Le nouveau millénaire avait cependant vu naître l'espoir d'un partenariat stratégique et de modernisation, promu par Gerhard Schröder et Vladimir Poutine. C'est à l'Allemagne que les dirigeants russes réservent la primeur de leurs orientations de politique étrangère, qu'il s'agisse du plaidoyer pro-européen prononcé devant le Bundestag par Vladimir Poutine le 25 septembre 2001, de son intervention à la conférence sur la sécurité de Munich qui choque les Occidentaux, le 10 février 2007, ou du discours de Dmitri Medvedev devant les députés allemands, le 5 juin 2008, dans lequel il se fait l’avocat d'une nouvelle architecture de sécurité européenne. Mais, depuis 2014 et l'annexion de la Crimée par la Russie, l'objectif d'un nouveau partenariat entre Berlin et Moscou est hors de portée. L'incapacité des élites russes à jeter les bases d'un État de droit et d'une économie de marché et à rompre avec le passé soviétique fait que la question de l'identité nationale reste posée et que la Russie n’est pas en mesure, à la différence de l'Allemagne, de normaliser ses relations avec ses voisins, elle est en proie au ressentiment et à une nostalgie impériale, exploités par le régime du Président Poutine.
"Affinités spirituelles" ("Seelenverwandtschaft") et chassés-croisés idéologiques
Les relations germano-russes sont d'une densité particulière - qu’il s’agisse des échanges entre les sociétés (liens dynastiques, Rußlanddeutsche) ou de la coopération économique (Siemens implanté en Russie depuis 1852) - qui font apparaître les deux pays comme complémentaires. De nombreux Allemands ont exercé des responsabilités civiles et militaires dans l’Empire russe. Königsberg, la ville d'Emmanuel Kant, devenue Kaliningrad en 1945, symbolise cette proximité et la densité des influences intellectuelles - on peut aussi citer l’influence exercée par la Russie chez des penseurs aussi divers que Friedrich Nietzsche, Rainer Maria Rilke et Thomas Mann. Au XIXème siècle, les empires russe et allemand sont des ensembles périphériques et retardataires par rapport à la Grande-Bretagne et à la France. La Russie reprend l’idée allemande d’une “voie particulière” (“Sonderweg”). Depuis deux siècles, la Russie inquiète et fascine tout à la fois les Allemands. En 1918, Thomas Mann, qui n'est pas encore acquis aux idéaux démocratiques, fait de l'Allemagne et de la Russie les défenseurs de la "culture" face à la France et la Grande-Bretagne, promoteurs d'une "civilisation" superficielle et mercantile. Dans les années 1920, Moeller van den Bruck, l'un des théoriciens de la "révolution conservatrice", traducteur de Dostoïevski, met en exergue ces "affinités spirituelles" ("Seelenverwandchaft") entre Russes et Allemands, "peuples jeunes" (voir le livre de Gerd Koenen, Der Rußland-Komplex paru en 2005). La période nazie interrompt ces échanges et la Guerre froide, qui place la RFA aux avant-postes de la confrontation militaire et de la lutte idéologique contre le bloc communiste, stérilise le débat intellectuel.
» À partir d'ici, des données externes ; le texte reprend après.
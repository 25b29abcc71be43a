"""Mistakes in a job: one line each, all of a file at once."""

from __future__ import annotations

import difflib
from collections.abc import Iterable
from dataclasses import dataclass

from intrados.compare.toml_lines import Path, entries, line_of


@dataclass(frozen=True)
class Mistake:
    """What is wrong at a ``path`` of the job; ``text`` says what was given and what is allowed."""

    path: Path
    text: str


class JobMistakes(Exception):
    """A job that cannot be used; ``lines`` holds one line for every mistake, in the order of the file."""

    def __init__(self, lines: tuple[str, ...]) -> None:
        super().__init__("\n".join(lines))
        self.lines = lines


def located(source: str, text: str, mistakes: Iterable[Mistake]) -> JobMistakes:
    """The mistakes as lines ``source:line: key: text``, sorted by line, each said once."""
    found = entries(text)
    lines = sorted(
        {(line_of(found, mistake.path), f"{key_text(mistake.path)}: {mistake.text}") for mistake in mistakes}
    )
    return JobMistakes(tuple(f"{source}:{line}: {said}" for line, said in lines))


def key_text(path: Path) -> str:
    """A path as a user writes it; elements count from 1: ``member.pieces[2].arc``."""
    text = ""
    for part in path:
        if isinstance(part, int):
            text += f"[{part + 1}]"
        else:
            text += f".{part}" if text else part
    return text or "job"


def shown(value: object) -> str:
    """A given value for a message: short, on one line, as TOML has it."""
    if isinstance(value, bool):
        return str(value).lower()
    text = f'"{value}"' if isinstance(value, str) else f"{value:g}" if isinstance(value, float) else str(value)
    text = " ".join(text.split())
    return text if len(text) <= 60 else f"{text[:57]}..."


def choices(names: Iterable[str]) -> str:
    """Allowed words as a list: ``"clamped", "free"``."""
    return ", ".join(f'"{name}"' for name in names)


def nearest(word: str, known: Iterable[str]) -> str:
    """`` (nearest: "depth")`` for a word near a known one, else what is known."""
    known = list(known)
    close = difflib.get_close_matches(word, known, n=1, cutoff=0.6)
    return f'did you mean "{close[0]}"?' if close else f"known: {choices(known) or 'none'}"
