"""Hand theory alone, station by station: no mesh."""

from __future__ import annotations

from functools import lru_cache

import numpy as np

from intrados.compare.job import Job
from intrados.compare.table import HandRow, LadderRow
from intrados.theory import winkler
from intrados.theory.quadrature import Array
from intrados.theory.section import Section

_DEPTHS = 41


def hand_rows(job: Job, case: int) -> tuple[HandRow, ...]:
    """What hand theory says at every station of a job, for one of its load cases (counted from 0)."""
    loading = job.loadings[case]
    member = loading.member
    rows = []
    for station in job.stations:
        section = member.section(station.piece, station.share)
        R = member.radius(station.piece, station.share)
        N, V, M = loading.resultants(station.piece, station.share)
        ring = None if R is None else section.ring(R)
        inner, outer = job.hand.fibres(section, R, N, M)
        inner_straight, outer_straight = winkler.fibres(section, None, N, M)
        rows.append(
            HandRow(
                station=station.name,
                R=R,
                depth=section.depth,
                curvature_ratio=None if R is None else R / section.depth,
                N=N,
                V=V,
                M=M,
                area=section.area,
                rn=ring.rn if ring else None,
                e=ring.e if ring else None,
                inner_hand=inner,
                outer_hand=outer,
                inner_straight=inner_straight,
                outer_straight=outer_straight,
                radial_max=None if R is None else largest_radial(section, R, N, M),
            )
        )
    return tuple(rows)


def ladder_rows(job: Job, case: int) -> tuple[LadderRow, ...]:
    """What hand theory says at every station and what the section alone adds to it, without a mesh of the member."""
    from intrados.compare.ladder import FACES, rungs
    from intrados.compare.verdict import Scale, compare

    loading = job.loadings[case]
    member = loading.member
    found: list[LadderRow] = []
    places = []
    for station in job.stations:
        section, R = member.section(station.piece, station.share), member.radius(station.piece, station.share)
        N, _, M = loading.resultants(station.piece, station.share)
        places.append(
            (
                station,
                section,
                R,
                job.hand.fibres(section, R, N, M),
                rungs(section, R, job.material.nu, N, M, job.agreement.numerical),
            )
        )
    scales = [max(abs(of.ideal + of.width) for of in steps) for *_, steps in places]
    for (station, section, R, hand, steps), scale in zip(places, scales, strict=True):
        for face, value, of in zip(FACES, hand, steps, strict=True):
            measure = Scale(scale, max(scales), job.agreement.band)
            compared = compare(value, of.ideal + of.width, of.uncertainty, measure, comparable=True)
            ratio = None if R is None else R / section.depth
            thick = of.ideal - value
            row = (station.name, ratio, face, value, thick, of.width, of.uncertainty, compared.difference)
            found.append(LadderRow(*row, None if of.three_d is None else of.three_d.place))
    return tuple(found)


def largest_radial(section: Section, R: float, N: float, M: float) -> float:
    """The radial stress of largest magnitude over the depth that hand theory gives N and M; > 0 tension."""
    of_n, of_m = _unit_radials(section, R)
    radial = N * of_n + M * of_m
    return float(radial[np.argmax(np.abs(radial))])


@lru_cache(maxsize=64)
def _unit_radials(section: Section, R: float) -> tuple[Array, Array]:
    """Radial stress over the depth of N = 1 and of M = 1: the stations of an arc share it."""
    x = np.linspace(0.0, section.depth, _DEPTHS)
    return winkler.radial(section, R, 1.0, 0.0, x), winkler.radial(section, R, 0.0, 1.0, x)
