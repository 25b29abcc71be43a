"""The cautions that go with every result, in the one place the terminal, the report and the README take them from."""

CAUTIONS = (
    "Linear-elastic, small-displacement model of a perfect, stress-free member; the load enters as the job says.",
    "Not covered: fatigue, fracture, buckling, plasticity, wear, dynamic factors and proof-load factors.",
    "Lifting gear, presses and pressure parts are governed by local codes and by licensed practice: "
    "this supports a check, it does not replace one.",
)
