"""The unit sets of a job: names for labels, never a conversion."""

from __future__ import annotations

from dataclasses import dataclass


@dataclass(frozen=True)
class Units:
    """The names of a job's units, as labels carry them."""

    length: str
    force: str
    stress: str


UNIT_SETS = {
    "mm-N-MPa": Units("mm", "N", "MPa"),
    "m-N-Pa": Units("m", "N", "Pa"),
    "in-lbf-psi": Units("in", "lbf", "psi"),
    "in-kip-ksi": Units("in", "kip", "ksi"),
}
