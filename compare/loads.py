"""The [[load]] tables of a job."""

from __future__ import annotations

from collections.abc import Mapping
from dataclasses import replace

from intrados.compare import schema
from intrados.compare.location import read_place
from intrados.compare.mistake import choices, shown
from intrados.compare.reader import Reader, keys
from intrados.compare.toml_lines import Path
from intrados.theory.load import Bearing, BodyLoad, EndLoad, FaceLoad, Load, LoadError, Patch
from intrados.theory.member import Member
from intrados.theory.spread import enter
from intrados.theory.statics import Support

_ENDS = ("start", "end")
_FACES = ("inner", "outer", "centroid")
_ENTERS = ("patch", "bearing")
_PLACED_KEYS = tuple(
    dict.fromkeys(key for model in (schema.PatchLoad, schema.BearingLoad, schema.BodyLoad) for key in keys(model))
)


def read_loads(
    reader: Reader, data: object, member: Member | None, ends: tuple[Support, Support] | None
) -> list[tuple[Path, Load]] | None:
    """The loads with their paths; None where there are none or some have mistakes, which are noted.

    Where ``member`` or ``ends`` is None, what hangs on it is not looked at.
    """
    if data is None:
        return None
    if data == []:
        reader.add(("load",), "missing; a job needs at least one [[load]]")
        return None
    tables = reader.each(data, ("load",), lambda item, path: _read_table(reader, item, path))
    reader.unique_names(data, ("load",))
    loads = [
        None if table is None else _read_load(reader, table, ("load", index), member, ends)
        for index, table in enumerate(tables)
    ]
    if not loads or any(load is None for load in loads):
        return None
    return [(("load", index), load) for index, load in enumerate(loads) if load is not None]


def scaled(load: Load, factor: float) -> Load:
    """The load times a factor."""
    force = (factor * load.force[0], factor * load.force[1])
    if isinstance(load, FaceLoad):
        return replace(load, force=force)
    return replace(load, force=force, moment=factor * load.moment)


AnyTable = schema.EndLoad | schema.PatchLoad | schema.BearingLoad | schema.BodyLoad


def _read_table(reader: Reader, data: object, path: Path) -> AnyTable | None:
    """The table by the model that its ``at``, ``face`` and ``enters`` ask for."""
    if not isinstance(data, Mapping):
        reader.add(path, f"given {shown(data)}; must be a table, written [[load]]")
        return None
    at = data.get("at")
    if isinstance(at, str):
        if at not in _ENDS:
            reader.add((*path, "at"), f"given {shown(at)}; must be {choices(_ENDS)} or a table of piece and place")
            return None
        refused = [key for key in ("face", "enters", "width", "pin_diameter") if key in data]
        for key in refused:
            reader.add((*path, key), "does not go with a load on an end, which enters as the exact distribution there")
        return reader.table(schema.EndLoad, {key: data[key] for key in data if key not in refused}, path)
    face, enters = data.get("face"), data.get("enters")
    asked = (("face", face, _FACES), ("enters", enters, _ENTERS))
    wrong = [(key, value, allowed) for key, value, allowed in asked if value not in allowed]
    if wrong:
        misspelt = reader.unknown(data, _PLACED_KEYS, path)
        for key, value, allowed in wrong:
            said = "missing" if value is None else f"given {shown(value)}"
            if value is not None or key not in misspelt:
                reader.add((*path, key), f"{said}; a load at a piece needs one of {choices(allowed)}")
        # What goes with every load at a piece can be looked at all the same.
        common = ("name", "at", "force")
        if not misspelt.intersection(common):
            reader.table(schema.PlacedLoad, {key: data[key] for key in common if key in data}, path)
        return None
    if face == "centroid":
        return reader.table(schema.BodyLoad, data, path)
    if "moment" in data:
        reader.add((*path, "moment"), 'goes only with face = "centroid" or a load on an end')
        data = {key: value for key, value in data.items() if key != "moment"}
    if enters == "patch":
        return reader.table(schema.PatchLoad, data, path)
    return reader.table(schema.BearingLoad, data, path)


def _read_load(
    reader: Reader, table: AnyTable, path: Path, member: Member | None, ends: tuple[Support, Support] | None
) -> Load | None:
    force = (table.force[0], table.force[1])
    moment = 0.0 if isinstance(table, schema.PatchLoad | schema.BearingLoad) else table.moment
    if force == (0.0, 0.0) and moment == 0.0:
        reader.add((*path, "force"), "the load is zero; give it a force or, on an end or the centroid, a moment")
        return None
    if isinstance(table, schema.EndLoad):
        if ends is not None and ends[_ENDS.index(table.at)] == "clamped":
            reader.add(
                (*path, "at"), f'given "{table.at}", which is clamped: the clamp takes this load; give it a free end'
            )
            return None
        return EndLoad(table.name, table.at, force, moment)
    if member is None:
        return None
    place = read_place(reader, table.at, member, (*path, "at"))
    if place is None:
        return None
    piece, share = place[0], min(place[1] / member.extent(place[0]), 1.0)
    load: FaceLoad | BodyLoad
    if isinstance(table, schema.BodyLoad):
        load = BodyLoad(table.name, piece, share, force, moment, table.width)
    else:
        enters = Patch(table.width) if isinstance(table, schema.PatchLoad) else Bearing(table.pin_diameter)
        load = FaceLoad(table.name, piece, share, table.face, force, enters)
    try:
        enter(member, load)
    except LoadError as error:
        given = {"force": table.force}.get(error.key, getattr(table, error.key, None))
        reader.add((*path, error.key), f"given {shown(given)}; {error.text}")
        return None
    return load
Depuis la fin des années 1960, l'Allemagne effectue un travail de mémoire exemplaire, notamment sur la période national-socialiste, devenue partie intégrante de l'identité allemande. En Russie, ce retour sur le passé, entamé à l'époque de la perestroïka et de la Glasnost et poursuivi à l'ère Eltsine (1991-1999), vise à mettre à jour l'ampleur des répressions commises à l'époque stalinienne. Mais les initiatives de la société civile se sont heurtées à des obstacles croissants, dont témoignent la réhabilitation, par Vladimir Poutine, du pacte germano-soviétique et l'interdiction récente par la justice russe de l’association Memorial. La glorification de la "Grande Guerre patriotique" (1941-45), mythe fondateur du pouvoir poutinien, tend à occulter, dans la conscience collective russe, le souvenir du Goulag et aboutit à réhabiliter Staline, du moins comme chef de guerre. En Allemagne, la culpabilité face aux crimes nazis, la reconnaissance envers Moscou pour ne pas avoir fait obstacle à la réunification, ainsi que l'attrait exercé par un régime fort, qui se veut le défenseur des "valeurs traditionnelles", expliquent la mansuétude, voire l'attraction, exercée par le régime Poutine sur une partie non négligeable de l'opinion, l’expression de "Rußlandversteher" recouvrant des sensibilités différentes, qui vont de l’AfD à die Linke et incluent des représentants des grands partis comme la CDU/CSU et le SPD.